What needs to be done —
Out of the data below, copy every line with the string "cautions".

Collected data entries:
=-=-=-=-=

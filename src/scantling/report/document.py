"""From report record to JSON document: schema scantling-report/1. Nothing is computed here."""

from __future__ import annotations

import json
from typing import TYPE_CHECKING, Any

from scantling.core.estimate import Estimate
from scantling.law.families import Fit
from scantling.planning.budget import Allowed
from scantling.planning.limit import Limit
from scantling.planning.remedies import Remedy
from scantling.planning.stress import StressRun
from scantling.report.diagnosis_document import diagnosis_part
from scantling.report.values import UNBOUNDED, noted, number

if TYPE_CHECKING:
    from scantling.report.record import Diagnosed, HasLaw, Receipt, Report

SCHEMA = "scantling-report/1"


def estimate(value: Estimate) -> dict[str, Any]:
    """value, low, high."""
    return {k: number(getattr(value, k)) for k in ("value", "low", "high")}


def report_json(report: Report) -> str:
    """The document as text, two-space indent, keys in the order of the contract."""
    return json.dumps(document(report), indent=2, ensure_ascii=False, allow_nan=False) + "\n"


def document(report: Report) -> dict[str, Any]:
    """The document as plain dictionaries and lists."""
    return {
        "schema": SCHEMA,
        "title": report.design.title,
        "design": design_part(report),
        "diagnosis": diagnosis_part(report),
        "law": law_part(report),
        "budget": _budget(report),
        "stress": [] if report.stress is None else [_run(run) for run in report.stress.runs],
        "remedies": [remedy_part(remedy, report.read.names) for remedy in report.remedies],
        "verdict": {
            "answer": report.verdict.answer,
            "cover": report.verdict.cover,
            "reasons": list(report.verdict.reasons),
        },
        "cautions": list(cautions(report)),
        "receipt": receipt_part(report.receipt),
    }


def cautions(report: Report) -> tuple[str, ...]:
    """What always has to be said, and what this sample adds."""
    from scantling.report.wording import ALWAYS

    spans: tuple[str, ...] = ()
    if report.read.rows_dropped and report.read.rows_lost:
        spans = ("Rows were dropped, so lags may span more than one step of time.",)
    if report.read.rows_lost and report.design.data.time is None:
        spans += ("There is no time column: lags follow the order of rows in the file.",)
    assured = f"No columns are assured: {report.budget.assured.note}."
    return (*report.diagnosis.warnings, *spans, assured, *ALWAYS)


def design_part(report: Diagnosed) -> dict[str, Any]:
    """The design as read."""
    design, read = report.design, report.read
    return {
        "rows": read.rows,
        "columns": len(read.names),
        "kind": design.kind,
        "response": design.data.response,
        "loss": design.penalty.loss,
        "rule": design.penalty.rule,
        "raw_columns": read.raw_columns,
        "rows_dropped": read.rows_dropped,
        "rows_lost": read.rows_lost,
        "skipped": list(read.skipped),
        "dropped": [{"column": name, "reason": reason} for name, reason in read.dropped],
        "time_ordered": read.time_ordered,
        "explained": number(read.explained),
        "pilot_columns": list(read.pilot_columns),
        "target": {
            key: number(getattr(design.target, key))
            for key in ("relevant", "smallest_effect", "risk", "power", "stability", "false_share")
        },
        "replicates": design.simulation.replicates,
    }


def law_part(report: HasLaw) -> dict[str, Any]:
    """The error law and its fit."""
    law = report.law
    path = law.volatility
    volatility: dict[str, Any] = {"volatility": None, "volatility_note": "constant"}
    if path is not None:
        volatility = {
            "volatility": {
                "kind": path.kind,
                "omega": number(path.omega),
                "alpha": number(path.alpha),
                "beta": number(path.beta),
                "leverage": number(path.leverage),
                "persistence": number(path.persistence),
                **noted("tail_index", path.tail_index, "no finite index implied"),
            }
        }
    note = law.fit.note or "not tested"
    return {
        "family": law.family,
        "parameters": {k: number(v) for k, v in law.parameters.items()},
        **volatility,
        **noted("tail_index", law.tail_index, "no finite index"),
        "fit": {
            **noted("distance", law.fit.distance, note),
            **noted("p_value", law.fit.p_value, note),
            "candidates": [
                {
                    "family": each.family,
                    "score": number(each.score),
                    "tail_score": number(each.tail_score),
                }
                for each in law.fit.candidates
            ],
            "note": law.fit.note,
        },
        **_runner_up(law.fit),
    }


def _runner_up(fit: Fit) -> dict[str, Any]:
    """The family next in line and by how much, in log-likelihood out of sample."""
    if not fit.runner_up:
        return {"runner_up": None, "runner_up_note": "no other family was tried"}
    note = "the law was taken because the runner-up is rejected"
    return {
        "runner_up": {
            "family": fit.runner_up,
            **noted("margin", fit.margin, note),
            **noted("margin_error", fit.margin_error, note),
        }
    }


def _beyond(limit: Limit | Allowed) -> str:
    """Why there is no upper end: the limit is unknown, or beyond the columns examined."""
    return limit.note if limit.columns is None else "not reached"


def _limit(limit: Limit) -> dict[str, Any]:
    out: dict[str, Any] = {"columns": limit.columns}
    if limit.note:
        out["columns_note"] = limit.note
    out |= noted("low", limit.low, limit.note)
    out |= noted("high", limit.high, _beyond(limit))
    return out | {"mode": limit.mode}


def _budget(report: Report) -> dict[str, Any]:
    budget = report.budget
    rate = budget.ceiling
    allowed = budget.allowed
    return {
        "noise": _limit(budget.noise),
        "signal": _limit(budget.signal),
        "stability": _limit(budget.stability),
        "geometry": _limit(budget.geometry),
        "assured": _limit(budget.assured),
        "ceiling": {
            **noted("columns", rate.columns, rate.regime),
            **({"columns_note": "at least"} if rate.capped else {}),
            **noted("low", rate.low, rate.regime),
            **noted("high", rate.high, UNBOUNDED),
            "mode": "rate",
            "regime": rate.regime,
        },
        "allowed": {
            "columns": allowed.columns,
            **({"columns_note": allowed.note} if allowed.note else {}),
            **noted("low", allowed.low, allowed.note),
            **noted("high", allowed.high, _beyond(allowed)),
        },
        **(
            {"binding": budget.binding}
            if budget.binding
            else {"binding": None, "binding_note": allowed.note}
        ),
        "risk_at_design": estimate(budget.risk_at_design),
        "curve": [
            {"p": c.p, "risk": number(c.risk), "low": number(c.low), "high": number(c.high)}
            for c in budget.curve
        ],
        **noted("penalty_ratio", budget.penalty_ratio, "no quantile of the largest score found"),
        **noted("equivalent_rows", budget.equivalent_rows, "the penalty ratio is unknown"),
        **noted("rows_needed", budget.rows_needed, budget.rows_note),
        "rows_needed_covers": "signal",
        **noted("detectable_effect", budget.detectable, budget.rows_note),
        **noted("detectable_effect_worst_tenth", budget.detectable_worst, budget.rows_note),
    }


def _run(run: StressRun) -> dict[str, Any]:
    return {
        "rows": run.rows,
        "columns": run.columns,
        "law": run.law,
        "mode": run.mode,
        "replicates": run.replicates,
        "stability": estimate(run.stability),
        "power": estimate(run.power),
        "false_share": estimate(run.false_share),
        "exact": number(run.exact),
        "mean_size": number(run.mean_size),
    }


def remedy_part(remedy: Remedy, names: tuple[str, ...]) -> dict[str, Any]:
    """One remedy; `names` are those of the present columns."""
    allowed = remedy.allowed
    notes = [remedy.price]
    if not remedy.refitted:
        notes.append("noise and signal only; selection not simulated")
    note = allowed.note if allowed.columns is None else "a point value"
    return {
        "remedy": remedy.name,
        "columns": remedy.columns,
        "allowed_columns": allowed.columns,
        **({"allowed_columns_note": allowed.note} if allowed.note else {}),
        **noted("low", allowed.low, note),
        **noted("high", allowed.high, note if allowed.low is None else _beyond(allowed)),
        "risk_at_design": estimate(remedy.risk_at_design),
        "answer": remedy.answer,
        **({"parts": list(remedy.parts)} if remedy.parts else {}),
        **({"dropped": [names[j] for j in remedy.dropped]} if remedy.dropped else {}),
        "note": "; ".join(notes),
    }


def receipt_part(receipt: Receipt) -> dict[str, Any]:
    """The receipt's keys."""
    return {
        "version": receipt.version,
        "seed": receipt.seed,
        "inputs": dict(receipt.inputs),
        "libraries": dict(receipt.libraries),
        "command": receipt.command,
        "wall_clock": {"seconds": receipt.seconds, "finished": receipt.finished},
    }
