"""Several responses of one design: the table that comes first, and what their files are called."""

from __future__ import annotations

import textwrap
import unicodedata
from collections.abc import Sequence

from scantling.core.listing import listed
from scantling.errors import InputError
from scantling.planning.budget import BORDERLINE, OVER, WITHIN, Allowed
from scantling.planning.verdict import NONE
from scantling.report.record import Report
from scantling.report.text import NARROWEST, render
from scantling.report.wording import count, labelled, probability, shortened, table

ANSWERS = (WITHIN, BORDERLINE, OVER, NONE)
"""From the mildest to the most severe."""
LONGEST = 120
"""Bytes of a response's name that a file name holds; file systems take 255 in all."""
SHORTEST = 7
"""Width of a name where the other columns of the table leave least."""
HEAD = ("Response", "Verdict", "Asked", "Allowed (band)", "Binds", "Risk")


def most_severe(reports: Sequence[Report]) -> str:
    """The answer that stands for all: the most severe of them."""
    return max((report.verdict.answer for report in reports), key=ANSWERS.index)


def file_stems(stem: str, responses: Sequence[str]) -> tuple[str, ...]:
    """Return `<design stem>-<response>` for each response, safe as the name of a file.

    Letters and digits of any script, '.', '_' and '-' are kept, runs of anything else become
    one '_', and names are cut at 120 bytes. A single response is written under the stem alone.

    Raises
    ------
    InputError
        If two names come out the same, upper and lower case not told apart.
    """
    if len(responses) == 1:
        return (stem,)
    taken: dict[str, str] = {}
    stems = []
    for name in responses:
        safe = _safe(name)
        first = taken.setdefault(safe.casefold(), name)
        if first != name:
            raise InputError(
                f"[data] response: {first!r} and {name!r} would both be written as"
                f" {stem}-{safe}.json; rename one in the table"
            )
        stems.append(f"{stem}-{safe}")
    return tuple(stems)


def _safe(name: str) -> str:
    text = unicodedata.normalize("NFC", name)
    kept = "".join(c if c.isalnum() or c in "._-" else " " for c in text)
    return "_".join(kept.split()).encode()[:LONGEST].decode(errors="ignore") or "_"


def render_summary(reports: Sequence[Report], stems: Sequence[str], width: int = 80) -> str:
    """Return the table of all responses as plain text, one line each.

    Parameters
    ----------
    reports : sequence of Report
        Of the responses of one design, in its order.
    stems : sequence of str
        What their files are called, without ending.
    width : int
        Columns of the page, at least 80.
    """
    width = max(width, NARROWEST)
    first = reports[0].design
    title = first.title.removesuffix(f": {first.data.response}")
    ending = f" ({len(reports)} responses)"
    lines = ["scantling: " + shortened(title, width - len("scantling: ") - len(ending)) + ending]
    lines += labelled("Verdict", _verdict(reports), width)
    lines += ["", *_table(reports, width), ""]
    notes = "Band: 90 %. Risk: break-through at the columns asked for."
    if any("+" in _allowed(report) for report in reports):
        notes += " +: at least so many, all that were examined."
    lines += textwrap.wrap(notes, width)
    lines += _files(stems, width)
    return "\n".join(line.rstrip() for line in lines) + "\n"


def render_all(reports: Sequence[Report], stems: Sequence[str], width: int = 80) -> str:
    """Return the table, and after it each report behind a line that names its response."""
    width = max(width, NARROWEST)
    parts = [render_summary(reports, stems, width)]
    for place, report in enumerate(reports, start=1):
        parts.append("\n" + separator(place, len(reports), report.design.data.response, width))
        parts.append(render(report, width))
    return "".join(parts)


def separator(place: int, of: int, response: str, width: int = 80) -> str:
    """The line before one of several reports, and the empty line after it."""
    start = f"===== {place} of {of}: "
    return f"{start}{shortened(response, width - len(start) - 6)} ".ljust(width, "=") + "\n\n"


def json_list(documents: Sequence[str]) -> str:
    """Several JSON documents as one JSON list, each as it is in its own file."""
    return "[\n" + ",\n".join(document.rstrip("\n") for document in documents) + "\n]\n"


def _verdict(reports: Sequence[Report]) -> str:
    answers = [report.verdict.answer for report in reports]
    if len(set(answers)) == 1:
        return f"{answers[0].upper()}, all of them"
    counted = [f"{answers.count(a)} {a}" for a in reversed(ANSWERS) if a in answers]
    return f"{most_severe(reports).upper()}, the most severe: {listed(counted)}"


def _table(reports: Sequence[Report], width: int) -> list[str]:
    cells = [
        (
            report.verdict.answer.upper(),
            count(report.budget.asked),
            _allowed(report),
            report.budget.binding or "-",
            probability(report.budget.risk_at_design.value).replace("under ", "<"),
        )
        for report in reports
    ]
    taken = sum(2 + max(map(len, column)) for column in zip(HEAD[1:], *cells, strict=True))
    room = max(SHORTEST, width - taken)
    names = [HEAD[0], *(report.design.data.response for report in reports)]
    every = zip(names, [HEAD[1:], *cells], strict=True)
    rows = [(shortened(name, room), *row) for name, row in every]
    return table(rows, indent="")


def _allowed(report: Report) -> str:
    """Columns allowed with their band, short: '23 (9 to 61)', '90 (from 40)', '300+'."""
    allowed, asked = report.budget.allowed, report.budget.asked
    if report.verdict.answer == NONE:
        return "none"
    if allowed.columns is None:
        return "unknown"
    point = f"{allowed.columns:,}" + "+" * (allowed.note == "at least")
    ends = _ends(allowed, asked)
    return point if ends in ("", point) else f"{point} ({ends})"


def _ends(allowed: Allowed, asked: int) -> str:
    if allowed.low is None:
        return ""
    if allowed.high is not None:
        return f"{allowed.low:,} to {allowed.high:,}"
    return f"{asked:,}+" if allowed.low >= asked else f"from {allowed.low:,}"


def _files(stems: Sequence[str], width: int) -> list[str]:
    """Where each report is; long names are cut in the table, and whole here."""
    text = "In full (.txt and .json): " + ", ".join(stems)
    return textwrap.wrap(text, width, break_on_hyphens=False, subsequent_indent="  ")
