"""Other rows and other targets: what would have to change for the columns to be allowed."""

from __future__ import annotations

from scantling.planning.budget import Budget
from scantling.planning.rows import RowsEntry
from scantling.planning.verdict import chance
from scantling.report.record import Budgeted
from scantling.report.sections import heading
from scantling.report.wording import about, count, many, paragraph, table

RISK_DRAWS = 200
"""Draws behind a risk in the table; no finer probability is shown."""


def rows(report: Budgeted, width: int) -> list[str]:
    """Rows needed by limit, allowed columns by rows, and by effect and relevant columns."""
    budget = report.budget
    lines = heading("Other rows and targets")
    plan = budget.rows_plan
    if plan is None:
        return lines + paragraph(f"Not computed: {budget.rows_note or 'not asked for'}.", width)
    lines += paragraph(f"Rows needed for {many(budget.asked, 'column')}: {_needed(budget)}.", width)
    parts = [
        f"{name} {count(needed.rows)}" for name, needed in plan.by_limit if needed.rows is not None
    ]
    if parts:
        lines += paragraph(f"By limit: {', '.join(parts)}.", width)
    lines += paragraph(
        f"Searched up to {count(plan.searched_to)} rows, columns and errors drawn afresh"
        f" (generative){_beside(budget)}. Limits below are point values; risks are of"
        f" {RISK_DRAWS} draws, with their 90 % simulation error.",
        width,
    )
    lines += ["", *_by_rows(plan.table, budget)]
    if plan.falls:
        lines += paragraph(
            "The noise limit falls in places as rows grow: a standardised column cannot exceed"
            " the root of the rows, so very small samples cap large scores.",
            width,
        )
    if budget.effects:
        lines += ["", *_by_target(report)]
        lines += paragraph(
            f"Allowed columns at the present {budget.rows:,} rows, for other smallest effects (sd"
            " of the response per sd of a column) and other numbers of columns that matter.",
            width,
        )
        if any(entry.allowed is None for entry in budget.effects):
            lines += paragraph(
                "A dash: so many columns of such an effect would explain all of the response's"
                " variance or more, which no response allows.",
                width,
            )
    return lines


def _needed(budget: Budget) -> str:
    if not budget.rows_needed:
        return budget.rows_note or "unknown"
    return about(budget.rows_needed, budget.rows_range)


def _beside(budget: Budget) -> str:
    """Why the present rows need not give the limits above."""
    if budget.noise.mode == "generative":
        return ""
    return ", while the limits above take the columns as they are"


def _by_rows(entries: tuple[RowsEntry, ...], budget: Budget) -> list[str]:
    cells = [["Rows", "noise", "signal", "stability", "allowed", "risk at all", "+-"]]
    for entry in entries:
        values = (entry.noise, entry.signal, entry.stability, entry.allowed)
        cells.append(
            [
                f"{entry.rows:,}",
                *("-" if value is None else _most(value, budget.asked) for value in values),
                chance(entry.risk, RISK_DRAWS),
                f"{entry.risk_error:.3f}",
            ]
        )
    return table(cells)


def _by_target(report: Budgeted) -> list[str]:
    entries = report.budget.effects
    effects = sorted({entry.smallest_effect for entry in entries})
    cells = [["Relevant", *(f"effect {effect:.3g}" for effect in effects)]]
    for relevant in sorted({entry.relevant for entry in entries}):
        found = {e.smallest_effect: e.allowed for e in entries if e.relevant == relevant}
        cells.append(
            [f"{relevant:,}", *(_target_cell(found[effect], report.budget) for effect in effects)]
        )
    return table(cells)


def _target_cell(allowed: int | None, budget: Budget) -> str:
    """Allowed columns, or that no response allows the target."""
    return "-" if allowed is None else _most(allowed, budget.asked)


def _most(value: int, asked: int) -> str:
    return "all" if value >= asked else f"{value:,}"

=-=-=-=-=

Answer section —
        "cautions": list(cautions(report)),
def cautions(report: Report) -> tuple[str, ...]:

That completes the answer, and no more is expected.